The word street, originally a Roman road, eg Ermine Street, came to mean crowded uniform rows of terrace houses or poky suburban villas to be found in every industrial town. At the end of the 19th century, enlightened community planners avoided the word "street". When Ebenezer Howard planned Letchworth, the first garden city, in 1903, he only named one street ... in the entire town. Early Letchworth, a mixture of Shavian enlightenment and Peter Pannish tweeness, called its main drag Broadway ... and there was a plethora of avenues, crescents, ways, shotts and even the Glade Briarpatch and Cowslip Hill. Developers throughout the land took the hint and enticed their genteel customers to live in avenues, crescents, promenades, ways, lanes and even "hoes" and "hays". But never streets. Nigel Agar (county councillor for Letchworth), Hitchin, Herts Guardian Notes and Queries March 20, 2007
According to property information site Zoopla.co.uk, the name of the street on which the property is situated can tell us a lot about how much that property is worth. The site found that properties found on streets with "Hill" in the name are worth an average of £341,666, well over 50% more than the average property price in the UK according to Zoopla’s own Zed Index.

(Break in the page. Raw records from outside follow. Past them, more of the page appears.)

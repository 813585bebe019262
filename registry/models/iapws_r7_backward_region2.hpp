// Temperature of steam from pressure and enthalpy or entropy: the backward equations of R7-97 region 2.
//
// Source: IAPWS R7-97(2012), equations (20) to (27) with Tables 19 to 22 and 25 to 27. Three subregions:
//   2a  p <= 4 MPa
//   2b  p > 4 MPa and s >= 5.85 kJ/(kg K); from enthalpy that isentrope is replaced by the boundary B2bc
//   2c  the rest
// pi = p/1 MPa, eta = h/(2000 kJ/kg), T in K:
//   2a  T = sum n pi^I (eta - 2.1)^J               T = sum n pi^I (s/(2 kJ/(kg K)) - 2)^J, I in quarters
//   2b  T = sum n (pi - 2)^I (eta - 2.6)^J         T = sum n pi^I (10 - s/(0.7853 kJ/(kg K)))^J
//   2c  T = sum n (pi + 25)^I (eta - 1.8)^J        T = sum n pi^I (2 - s/(2.9251 kJ/(kg K)))^J
// They are fits to the inverse of region 2, not the inverse itself: T within 10 mK of it in 2a and 2b, 25 mK in 2c,
// which the release states. Below 611 Pa they are no longer fitted (found by comparison): from enthalpy they are off by
// up to 17.4 mK, from entropy by 1.1 K at 100 Pa and without bound below.
// p in Pa, h in J/kg, s in J/(kg K), results in K. No check of range.
//
// The coefficients are those of the transcription in python3-iapws 1.5.2. They reproduce the release's verification
// values and keep its tolerance against the equation for g(T, p): tests/published/water_backward.cpp.
#pragma once

#include "registry/models/power_series.hpp"

#include <array>
#include <cmath>

namespace entropy_ledger::registry::iapws_r7::region2 {

// n1 to n5 of R7-97 Table 19.
inline constexpr double boundary_2bc_coefficients[5] = {
    0.90584278514723e3, -0.67955786399241, 0.12809002730136e-3, 0.26526571908428e4, 0.45257578905948e1,
};

// I, J, n of R7-97 Table 20.
inline constexpr std::array<PowerTerm, 34> backward_enthalpy_terms_2a{{
    {0, 0, 0.10898952318288e4}, {0, 1, 0.84951654495535e3}, {0, 2, -0.10781748091826e3}, {0, 3, 0.33153654801263e2},
    {0, 7, -0.74232016790248e1}, {0, 20, 0.11765048724356e2}, {1, 0, 0.18445749355790e1}, {1, 1, -0.41792700549624e1},
    {1, 2, 0.62478196935812e1}, {1, 3, -0.17344563108114e2}, {1, 7, -0.20058176862096e3}, {1, 9, 0.27196065473796e3},
    {1, 11, -0.45511318285818e3}, {1, 18, 0.30919688604755e4}, {1, 44, 0.25226640357872e6},
    {2, 0, -0.61707422868339e-2}, {2, 2, -0.31078046629583}, {2, 7, 0.11670873077107e2}, {2, 36, 0.12812798404046e9},
    {2, 38, -0.98554909623276e9}, {2, 40, 0.28224546973002e10}, {2, 42, -0.35948971410703e10},
    {2, 44, 0.17227349913197e10}, {3, 24, -0.13551334240775e5}, {3, 44, 0.12848734664650e8},
    {4, 12, 0.13865724283226e1}, {4, 32, 0.23598832556514e6}, {4, 44, -0.13105236545054e8}, {5, 32, 0.73999835474766e4},
    {5, 36, -0.55196697030060e6}, {5, 42, 0.37154085996233e7}, {6, 34, 0.19127729239660e5},
    {6, 44, -0.41535164835634e6}, {7, 28, -0.62459855192507e2},
}};

// I, J, n of R7-97 Table 21.
inline constexpr std::array<PowerTerm, 38> backward_enthalpy_terms_2b{{
    {0, 0, 0.14895041079516e4}, {0, 1, 0.74307798314034e3}, {0, 2, -0.97708318797837e2}, {0, 12, 0.24742464705674e1},
    {0, 18, -0.63281320016026}, {0, 24, 0.11385952129658e1}, {0, 28, -0.47811863648625}, {0, 40, 0.85208123431544e-2},
    {1, 0, 0.93747147377932}, {1, 2, 0.33593118604916e1}, {1, 6, 0.33809355601454e1}, {1, 12, 0.16844539671904},
    {1, 18, 0.73875745236695}, {1, 24, -0.47128737436186}, {1, 28, 0.15020273139707}, {1, 40, -0.21764114219750e-2},
    {2, 2, -0.21810755324761e-1}, {2, 8, -0.10829784403677}, {2, 18, -0.46333324635812e-1},
    {2, 40, 0.71280351959551e-4}, {3, 1, 0.11032831789999e-3}, {3, 2, 0.18955248387902e-3},
    {3, 12, 0.30891541160537e-2}, {3, 24, 0.13555504554949e-2}, {4, 2, 0.28640237477456e-6},
    {4, 12, -0.10779857357512e-4}, {4, 18, -0.76462712454814e-4}, {4, 24, 0.14052392818316e-4},
    {4, 28, -0.31083814331434e-4}, {4, 40, -0.10302738212103e-5}, {5, 18, 0.28217281635040e-6},
    {5, 24, 0.12704902271945e-5}, {5, 40, 0.73803353468292e-7}, {6, 28, -0.11030139238909e-7},
    {7, 2, -0.81456365207833e-13}, {7, 28, -0.25180545682962e-10}, {9, 1, -0.17565233969407e-17},
    {9, 40, 0.86934156344163e-14},
}};

// I, J, n of R7-97 Table 22.
inline constexpr std::array<PowerTerm, 23> backward_enthalpy_terms_2c{{
    {-7, 0, -0.32368398555242e13}, {-7, 4, 0.73263350902181e13}, {-6, 0, 0.35825089945447e12},
    {-6, 2, -0.58340131851590e12}, {-5, 0, -0.10783068217470e11}, {-5, 2, 0.20825544563171e11},
    {-2, 0, 0.61074783564516e6}, {-2, 1, 0.85977722535580e6}, {-1, 0, -0.25745723604170e5}, {-1, 2, 0.31081088422714e5},
    {0, 0, 0.12082315865936e4}, {0, 1, 0.48219755109255e3}, {1, 4, 0.37966001272486e1}, {1, 8, -0.10842984880077e2},
    {2, 4, -0.45364172676660e-1}, {6, 0, 0.14559115658698e-12}, {6, 1, 0.11261597407230e-11},
    {6, 4, -0.17804982240686e-10}, {6, 10, 0.12324579690832e-6}, {6, 12, -0.11606921130984e-5},
    {6, 16, 0.27846367088554e-4}, {6, 20, -0.59270038474176e-3}, {6, 22, 0.12918582991878e-2},
}};

// 4 I, J, n of R7-97 Table 25: whole exponents of the fourth root of pi.
inline constexpr std::array<PowerTerm, 46> backward_entropy_terms_2a{{
    {-6, -24, -0.39235983861984e6}, {-6, -23, 0.51526573827270e6}, {-6, -19, 0.40482443161048e5},
    {-6, -13, -0.32193790923902e3}, {-6, -11, 0.96961424218694e2}, {-6, -10, -0.22867846371773e2},
    {-5, -19, -0.44942914124357e6}, {-5, -15, -0.50118336020166e4}, {-5, -6, 0.35684463560015},
    {-4, -26, 0.44235335848190e5}, {-4, -21, -0.13673388811708e5}, {-4, -17, 0.42163260207864e6},
    {-4, -16, 0.22516925837475e5}, {-4, -9, 0.47442144865646e3}, {-4, -8, -0.14931130797647e3},
    {-3, -15, -0.19781126320452e6}, {-3, -14, -0.23554399470760e5}, {-2, -26, -0.19070616302076e5},
    {-2, -13, 0.55375669883164e5}, {-2, -9, 0.38293691437363e4}, {-2, -7, -0.60391860580567e3},
    {-1, -27, 0.19363102620331e4}, {-1, -25, 0.42660643698610e4}, {-1, -11, -0.59780638872718e4},
    {-1, -6, -0.70401463926862e3}, {1, 1, 0.33836784107553e3}, {1, 4, 0.20862786635187e2}, {1, 8, 0.33834172656196e-1},
    {1, 11, -0.43124428414893e-4}, {2, 0, 0.16653791356412e3}, {2, 1, -0.13986292055898e3}, {2, 5, -0.78849547999872},
    {2, 6, 0.72132411753872e-1}, {2, 10, -0.59754839398283e-2}, {2, 14, -0.12141358953904e-4},
    {2, 16, 0.23227096733871e-6}, {3, 0, -0.10538463566194e2}, {3, 4, 0.20718925496502e1}, {3, 9, -0.72193155260427e-1},
    {3, 17, 0.20749887081120e-6}, {4, 7, -0.18340657911379e-1}, {4, 18, 0.29036272348696e-6}, {5, 3, 0.21037527893619},
    {5, 15, 0.25681239729999e-3}, {6, 5, -0.12799002933781e-1}, {6, 18, -0.82198102652018e-5},
}};

// I, J, n of R7-97 Table 26.
inline constexpr std::array<PowerTerm, 44> backward_entropy_terms_2b{{
    {-6, 0, 0.31687665083497e6}, {-6, 11, 0.20864175881858e2}, {-5, 0, -0.39859399803599e6},
    {-5, 11, -0.21816058518877e2}, {-4, 0, 0.22369785194242e6}, {-4, 1, -0.27841703445817e4},
    {-4, 11, 0.99207436071480e1}, {-3, 0, -0.75197512299157e5}, {-3, 1, 0.29708605951158e4},
    {-3, 11, -0.34406878548526e1}, {-3, 12, 0.38815564249115}, {-2, 0, 0.17511295085750e5},
    {-2, 1, -0.14237112854449e4}, {-2, 6, 0.10943803364167e1}, {-2, 10, 0.89971619308495}, {-1, 0, -0.33759740098958e4},
    {-1, 1, 0.47162885818355e3}, {-1, 5, -0.19188241993679e1}, {-1, 8, 0.41078580492196}, {-1, 9, -0.33465378172097},
    {0, 0, 0.13870034777505e4}, {0, 1, -0.40663326195838e3}, {0, 2, 0.41727347159610e2}, {0, 4, 0.21932549434532e1},
    {0, 5, -0.10320050009077e1}, {0, 6, 0.35882943516703}, {0, 9, 0.52511453726066e-2}, {1, 0, 0.12838916450705e2},
    {1, 1, -0.28642437219381e1}, {1, 2, 0.56912683664855}, {1, 3, -0.99962954584931e-1}, {1, 7, -0.32632037778459e-2},
    {1, 8, 0.23320922576723e-3}, {2, 0, -0.15334809857450}, {2, 1, 0.29072288239902e-1}, {2, 5, 0.37534702741167e-3},
    {3, 0, 0.17296691702411e-2}, {3, 1, -0.38556050844504e-3}, {3, 3, -0.35017712292608e-4},
    {4, 0, -0.14566393631492e-4}, {4, 1, 0.56420857267269e-5}, {5, 0, 0.41286150074605e-7},
    {5, 1, -0.20684671118824e-7}, {5, 2, 0.16409393674725e-8},
}};

// I, J, n of R7-97 Table 27.
inline constexpr std::array<PowerTerm, 30> backward_entropy_terms_2c{{
    {-2, 0, 0.90968501005365e3}, {-2, 1, 0.24045667088420e4}, {-1, 0, -0.59162326387130e3}, {0, 0, 0.54145404128074e3},
    {0, 1, -0.27098308411192e3}, {0, 2, 0.97976525097926e3}, {0, 3, -0.46966772959435e3}, {1, 0, 0.14399274604723e2},
    {1, 1, -0.19104204230429e2}, {1, 3, 0.53299167111971e1}, {1, 4, -0.21252975375934e2}, {2, 0, -0.31147334413760},
    {2, 1, 0.60334840894623}, {2, 2, -0.42764839702509e-1}, {3, 0, 0.58185597255259e-2}, {3, 1, -0.14597008284753e-1},
    {3, 5, 0.56631175631027e-2}, {4, 0, -0.76155864584577e-4}, {4, 1, 0.22440342919332e-3},
    {4, 4, -0.12561095013413e-4}, {5, 0, 0.63323132660934e-6}, {5, 1, -0.20541989675375e-5},
    {5, 2, 0.36405370390082e-7}, {6, 0, -0.29759897789215e-8}, {6, 1, 0.10136618529763e-7},
    {7, 0, 0.59925719692351e-11}, {7, 1, -0.20677870105164e-10}, {7, 3, -0.20874278181886e-10},
    {7, 4, 0.10162166825089e-9}, {7, 5, -0.16429828281347e-9},
}};

enum class Subregion { a, b, c };

// K, R7-97 for both equations of a subregion
constexpr double backward_tolerance(Subregion subregion) { return subregion == Subregion::c ? 0.025 : 0.010; }

inline constexpr double boundary_2ab_pressure = 4.0e6;  // Pa
inline constexpr double boundary_2bc_entropy = 5850.0;  // J/(kg K)
inline constexpr double boundary_2bc_end = 6.5467e6;    // Pa, where B2bc meets the saturation curve

// B2bc, equation (20): h in J/kg, result in Pa.
inline double boundary_2bc_pressure(double h)
{
    const auto& n = boundary_2bc_coefficients;
    const double eta = h * 1e-3;
    return 1e6 * (n[0] + eta * (n[1] + eta * n[2]));
}

// B2bc, equation (21): p in Pa, at least 4.53 MPa; result in J/kg.
inline double boundary_2bc_enthalpy(double p)
{
    const auto& n = boundary_2bc_coefficients;
    return 1e3 * (n[3] + std::sqrt((p * 1e-6 - n[4]) / n[2]));
}

inline Subregion subregion_at_enthalpy(double p, double h)
{
    if (p <= boundary_2ab_pressure)
        return Subregion::a;
    return p < boundary_2bc_end || h >= boundary_2bc_enthalpy(p) ? Subregion::b : Subregion::c;
}

inline Subregion subregion_at_entropy(double p, double s)
{
    if (p <= boundary_2ab_pressure)
        return Subregion::a;
    return s >= boundary_2bc_entropy ? Subregion::b : Subregion::c;
}

inline double temperature_at_enthalpy(Subregion subregion, double p, double h)
{
    const double pi = p * 1e-6;
    const double eta = h * 0.5e-6;
    switch (subregion) {
    case Subregion::a:
        return PowerSeries<backward_enthalpy_terms_2a, double>(pi, eta - 2.1).sum<term_weight::one>();
    case Subregion::b:
        return PowerSeries<backward_enthalpy_terms_2b, double>(pi - 2.0, eta - 2.6).sum<term_weight::one>();
    case Subregion::c:
        break;
    }
    return PowerSeries<backward_enthalpy_terms_2c, double>(pi + 25.0, eta - 1.8).sum<term_weight::one>();
}

inline double temperature_at_enthalpy(double p, double h)
{
    return temperature_at_enthalpy(subregion_at_enthalpy(p, h), p, h);
}

inline double temperature_at_entropy(Subregion subregion, double p, double s)
{
    const double pi = p * 1e-6;
    const double sigma = s * 1e-3;
    switch (subregion) {
    case Subregion::a:
        return PowerSeries<backward_entropy_terms_2a, double>(std::sqrt(std::sqrt(pi)), sigma / 2.0 - 2.0)
            .sum<term_weight::one>();
    case Subregion::b:
        return PowerSeries<backward_entropy_terms_2b, double>(pi, 10.0 - sigma / 0.7853).sum<term_weight::one>();
    case Subregion::c:
        break;
    }
    return PowerSeries<backward_entropy_terms_2c, double>(pi, 2.0 - sigma / 2.9251).sum<term_weight::one>();
}

inline double temperature_at_entropy(double p, double s)
{
    return temperature_at_entropy(subregion_at_entropy(p, s), p, s);
}

} // namespace entropy_ledger::registry::iapws_r7::region2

Living on a "Lane" also commands a sizeable premium according to the study, with average prices an incredible £328,378.
Other names making up the top five include Mews (£294,869), Park (£283,069) and Green (£269,861).
In contrast, the cheapest properties are found on roads featuring the name "Street", with an average property price of £155,515 – less than half you can expect to pay to live on a Hill!
Other budget streetnames include "Terrace" (£156,387), "Crescent" (£176,488), "Court" (£178,488) and "View" (£184,546).